CARRUTHERS: It could impact us. One of our best markets for students here is El Paso, Texas, and West Texas. But we do have programs here actively recruiting in Mexico as well because we’re a very diverse campus, and we think New Mexico State University should have it’s strongest alliances with Latin America, and that would include students from Latin America.
KUNM: You were once a Republican governor of New Mexico in the late ’80s and early ’90s. What do you make of all this political debate around immigration?
CARRUTHERS: I don’t mind political debate around immigration. All public policy issues have to be debated. What I am fearful of is we’re not making very much progress, and I think some of the recommendations are outrageous. For example, I think building a wall doesn’t make sense at all. There’s a lot better way to spend money than to do things of that nature. That’s not an immigration policy. For centuries and centuries people have built walls and found out later on that they didn’t really work the way they thought they were going to work.
So someone, either in the Congress or the president, should come up with an immigration policy that makes sense, and let’s get on with defining what it takes to be here under what circumstances, and then learn to live with it.

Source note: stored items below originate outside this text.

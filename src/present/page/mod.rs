//! The written report of a run, as one self-contained HTML page and as Markdown, laid out
//! around the decision each workload asks for.
//!
//! The page opens with one line per workload (the answer, its kind, the crossover, the
//! cost at the target, what to watch), each linking to its section. A section says, in
//! order: the job; the answer in large type with the size it holds from, the cost at the
//! target and the crossover; why, in whole sentences; what to watch; one design × size grid
//! of times shaded by each design's multiple of the fastest; one picture (time against
//! rows); how each cost grows; the evidence, grouped so no sentence repeats. Memory, the
//! designs' recipes and query plans, and the cost-model notes are folded away under
//! `<details>`. Every picture carries a text alternative that states what it shows.
//!
//! A newcomer must know: the page must stay well-formed XML (the tests parse it so), refer
//! to nothing outside itself but its own anchors, and come out byte for byte the same from
//! the same results (no clock, no randomness, no hash-map order).
//!
//! Files: this one holds what both pages share (the pictures and their descriptions, the
//! grid cells, the growth rows, the overview cells); `html.rs` and `markdown.rs` lay the
//! pages out; `svg.rs` makes the drawn pictures inline.

mod html;
mod markdown;
mod svg;

pub use html::{esc, html, inline};
pub use markdown::markdown;
pub use svg::compact_svg;

use super::digest::{self, counts_allocations, sentence, times, Digest};
use super::units::{bytes, time_ns};
use crate::analyse::WorkloadAnalysis;
use crate::explain::Explanation;
use crate::results::reader::WorkloadResults;
use crate::results::SkipReason;
use std::path::PathBuf;

/// One drawn picture of a workload.
pub struct Picture {
    /// scaling, memory, distribution or ratios.
    pub kind: String,
    pub title: String,
    pub svg: PathBuf,
    /// What the picture shows, for readers who cannot see it.
    pub alt: String,
}

/// Everything one workload's section needs.
pub struct Part<'a> {
    pub w: &'a WorkloadResults,
    pub a: &'a WorkloadAnalysis,
    pub e: &'a Explanation,
    pub d: Digest,
    pub pictures: Vec<Picture>,
}

/// What a picture shows, in words, from the same numbers it is drawn from.
pub fn describe(kind: &str, w: &WorkloadResults, a: &WorkloadAnalysis) -> String {
    let ax = w.header.axis();
    let axis = ax.name();
    if kind == "distribution" {
        return describe_percentiles(w);
    }
    let mut per = Vec::new();
    for (i, d) in w.header.designs.iter().enumerate() {
        let pts: Vec<_> = w.design_points(&d.name).into_iter().filter_map(|p| p.measured.as_ref().map(|m| (p.rows, m))).collect();
        let (Some(first), Some(last)) = (pts.first(), pts.last()) else {
            per.push(format!("{} was not measured", d.name));
            continue;
        };
        let growth = |g: Option<&crate::analyse::GrowthOut>| g.map(|g| format!(", growing as {}", g.label())).unwrap_or_default();
        let line = match kind {
            "scaling" => format!(
                "{} from {} at {} {axis} to {} at {}{}",
                d.name,
                time_ns(first.1.median_ns),
                ax.value(first.0),
                time_ns(last.1.median_ns),
                ax.value(last.0),
                growth(a.designs.get(i).and_then(|x| x.time.as_ref()))
            ),
            "memory" if !counts_allocations(w, &d.name) => format!("{}: allocations not counted", d.name),
            "memory" => format!(
                "{} allocates from {} at {} {axis} to {} at {}{}",
                d.name,
                bytes(first.1.alloc.bytes as f64),
                ax.value(first.0),
                bytes(last.1.alloc.bytes as f64),
                ax.value(last.0),
                growth(a.designs.get(i).and_then(|x| x.bytes.as_ref()))
            ),
            "ratios" => {
                let r = |n: u64| w.comparison(n).and_then(|c| c.ratios.iter().find(|r| r.design == d.name)).map(|r| times(r.ratio)).unwrap_or_else(|| "—".into());
                format!("{} from {} the fastest at {} {axis} to {} at {}", d.name, r(first.0), ax.value(first.0), r(last.0), ax.value(last.0))
            }
            _ => format!("{} at {} {axis}: {}", d.name, ax.value(last.0), time_ns(last.1.median_ns)),
        };
        per.push(line);
    }
    let lead = match kind {
        "scaling" => {
            let t = a.predict_at.map(|t| format!(", with each fitted curve continued to the target of {} {axis}", ax.value(t))).unwrap_or_default();
            format!("Median time per run against the number of {axis}, both on logarithmic scales, one line per design{t}")
        }
        "memory" => format!("Allocated and peak live bytes per run against the number of {axis}, on logarithmic scales"),
        "ratios" => "Each design's time as a multiple of the fastest design's at each size".to_string(),
        _ => "A picture of the workload's measurements".to_string(),
    };
    let moved = if kind == "scaling" { shared_moves(w, a).map(|m| format!(" {m}.")).unwrap_or_default() } else { String::new() };
    format!("{lead}. {}.{moved}", per.join("; "))
}

/// The sizes at which every design moved together by 3% or more, which the fitted curves
/// leave out (`analyse::SizeShift`), in words; None when there are none.
fn shared_moves(w: &WorkloadResults, a: &WorkloadAnalysis) -> Option<String> {
    let ax = w.header.axis();
    let moved: Vec<String> =
        a.shifts.iter().filter(|s| (s.factor - 1.0).abs() >= 0.03).map(|s| format!("{} {} {:.2}×", ax.value(s.rows), ax.name(), s.factor)).collect();
    (!moved.is_empty()).then(|| format!("Curves fitted with the move every design made together taken out at {}", moved.join(", ")))
}

/// The percentile picture in words, at the size `plot::draw_all` draws it (the largest size
/// with every design measured, else the largest with two or more).
fn describe_percentiles(w: &WorkloadResults) -> String {
    let ax = w.header.axis();
    let axis = ax.name();
    let all = w.header.designs.len();
    let count = |n: u64| w.header.designs.iter().filter(|d| w.point(&d.name, n).is_some_and(|p| p.measured.is_some())).count();
    let Some(n) = w.header.sizes.iter().rev().copied().find(|&n| count(n) == all).or_else(|| w.header.sizes.iter().rev().copied().find(|&n| count(n) >= 2)) else {
        return "Time per run by percentile: no size had two designs measured.".into();
    };
    let per: Vec<String> = w
        .header
        .designs
        .iter()
        .filter_map(|d| {
            let m = w.point(&d.name, n)?.measured.as_ref()?;
            Some(format!("{} median {}, 90th percentile {}, 99th {}", d.name, time_ns(m.p50_ns), time_ns(m.p90_ns), time_ns(m.p99_ns)))
        })
        .collect();
    format!("Time per run by percentile at {} {axis}, one line per design. {}.", ax.value(n), per.join("; "))
}

/// Pictures of a workload as drawn by `plot::draw_all`, with their alternatives.
pub fn pictures(drawn: Vec<(String, PathBuf)>, w: &WorkloadResults, a: &WorkloadAnalysis) -> Vec<Picture> {
    drawn
        .into_iter()
        .map(|(title, svg)| {
            let stem = svg.file_stem().and_then(|s| s.to_str()).unwrap_or("");
            let kind = ["scaling", "memory", "distribution", "ratios"].iter().find(|k| stem.ends_with(&format!("-{k}"))).copied().unwrap_or("picture").to_string();
            let alt = describe(&kind, w, a);
            // The scaling picture's caption says where its curves leave a shared move out.
            let title = match shared_moves(w, a) {
                Some(m) if kind == "scaling" => format!("{title}. {m}"),
                _ => title,
            };
            Picture { kind, title, svg, alt }
        })
        .collect()
}

/// Overview cells of one workload: answer, kind, crossover, cost at the target, watch.
fn glance(d: &Digest) -> [String; 5] {
    let ax = crate::results::Axis(d.axis.as_ref());
    let axis = ax.name();
    let cost = match d.costs.first() {
        Some(c) if Some(&c.design) == d.design.as_ref() => format!("{} at {} {axis}", c.short(), ax.value(c.rows)),
        _ => "—".into(),
    };
    let watch = if d.warning_tags.is_empty() { "—".to_string() } else { d.warning_tags.join("; ") };
    [d.answer.clone(), d.kind.word().to_string(), d.crossover.clone(), cost, watch]
}

/// The target line of a section.
fn target_line(d: &Digest) -> Option<(String, String)> {
    let ax = crate::results::Axis(d.axis.as_ref());
    let axis = ax.name();
    let t = d.target?;
    let text = match d.costs.first() {
        Some(c) if Some(&c.design) == d.design.as_ref() => format!("`{}`: {} per run, time growing as {}{}", c.design, c.phrase(), c.class, c.allowance_clause()),
        _ => "no prediction for the decided design".into(),
    };
    Some((format!("At {} {axis}", ax.value(t)), text))
}

/// A grid cell: (main text, second line, shade 0–4, tooltip).
fn time_cell(w: &WorkloadResults, design: &str, n: u64) -> (String, String, usize, String) {
    let Some(p) = w.point(design, n) else { return (String::new(), String::new(), 9, String::new()) };
    match (&p.measured, &p.skipped) {
        (Some(m), _) => {
            let r = w.comparison(n).and_then(|c| c.ratios.iter().find(|r| r.design == design)).map(|r| r.ratio);
            let (second, shade) = match r {
                Some(x) if (x - 1.0).abs() < 1e-12 => ("fastest".to_string(), 0),
                Some(x) => (format!("{} the fastest", times(x)), if x < 1.2 { 0 } else if x < 2.0 { 1 } else if x < 5.0 { 2 } else if x < 20.0 { 3 } else { 4 }),
                None => (String::new(), 9),
            };
            let ci = match (m.ci_low_ns, m.ci_high_ns) {
                (Some(a), Some(b)) => format!("95% interval {} to {}; ", time_ns(a), time_ns(b)),
                _ => String::new(),
            };
            let busy = m.disturbed_because().map(|w| format!("; {w}")).unwrap_or_default();
            let tip = format!("{ci}{} samples; sampling ended: {}{busy}", m.samples_ns.len(), m.stop.label());
            (time_ns(m.median_ns), second, shade, tip)
        }
        (None, Some(sk)) => {
            let tip = format!("{}: {}", sk.reason.label(), crate::present::causes::skip_words(sk, w.header.axis()));
            // A trial that ran and was stopped: its time passes the limit; not a prediction.
            if let Some(limit) = sk.trial_stopped(n) {
                return (format!("> {}", time_ns(limit)), "trial stopped".into(), 8, tip);
            }
            let main = sk.predicted_ns.map(|p| format!("~{}", time_ns(p))).unwrap_or_else(|| "—".into());
            let second = if sk.reason == SkipReason::Failed { "failed" } else { "not run" };
            (main, second.into(), 8, tip)
        }
        _ => ("—".into(), String::new(), 9, String::new()),
    }
}

/// Growth rows: (design, time, bytes, expected, at target).
fn growth_rows(p: &Part) -> Vec<[String; 5]> {
    p.w.header
        .designs
        .iter()
        .zip(&p.a.designs)
        .map(|(d, da)| {
            let time = match (&da.time, &da.time_exponent) {
                (Some(t), Some(e)) => format!("{} (slope {:.2})", t.label(), e.slope),
                (Some(t), None) => t.label(),
                (None, Some(e)) => format!("slope {:.2}", e.slope),
                (None, None) => "too few sizes".into(),
            };
            let (mem, bytes_met) = digest::bytes_growth(p.w, da, d.expect_bytes.as_deref());
            let mut exp = Vec::new();
            if let Some(e) = &d.expect_time {
                let meets = da.time.as_ref().map_or(crate::analyse::Meets::No, |t| t.meets(e));
                exp.push(format!("time {e} ({})", meets.word()));
            }
            if let Some(e) = &d.expect_bytes {
                exp.push(format!("bytes {e} ({})", match bytes_met { Some(true) => "met", Some(false) => "not met", None => "not judged" }));
            }
            let at = match &da.prediction {
                Some(pr) if pr.rough => format!("about {} (order of magnitude)", time_ns(pr.median)),
                Some(pr) => format!("{} ({} to {})", time_ns(pr.median), time_ns(pr.low), time_ns(pr.high)),
                None => "—".into(),
            };
            [d.name.clone(), time, mem, if exp.is_empty() { "—".into() } else { exp.join(", ") }, at]
        })
        .collect()
}

/// A finding group as one paragraph of sentences.
fn reading(g: &digest::Group) -> String {
    let mut t = sentence(&g.implies);
    if !g.action.is_empty() {
        t.push(' ');
        t.push_str(&sentence(&g.action));
    }
    t
}

fn who(designs: &[String]) -> String {
    match designs.len() {
        0 => "The workload as a whole".into(),
        1 => format!("`{}`", designs[0]),
        _ => {
            let names: Vec<String> = designs.iter().map(|d| format!("`{d}`")).collect();
            format!("{} and {}", names[..names.len() - 1].join(", "), names[names.len() - 1])
        }
    }
}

President George W. Bush had such a policy. He was about to announce it when 9/11 happened, and we never got back to it. We ought to go back at least to that, take a look at it, see what the advantages of that were, can we build on it, and move forward. And it’s about time we generated a little political courage in Washington, D.C., to take care of an issue that’s lingered way too long.
KUNM: So you’ve lived and worked pretty close to the border down in Las Cruces for a lot of your career. If there’s one thing you think people north of you don’t understand about immigration, what is it?
CARRUTHERS: This great state is what, 47, 48, 49 percent Hispanic? Part of that is immigration. Part of it is these people got here well before the gringos got here. People in New Mexico understand diversity and understand where our diversity came from. I don’t think there’s any misunderstanding or difference of opinion between what they understand in Chama and what we understand in Anthony.
We live in a rich, diverse state, that was established initially by the Native Americans, and then the Spanish, and then the rest of us showed up. And we mixed all of that really well, and we’re very comfortable in our culture. We New Mexicans who’ve been here any period of time at all are very comfortable with the diversity of our state and how we go to this point.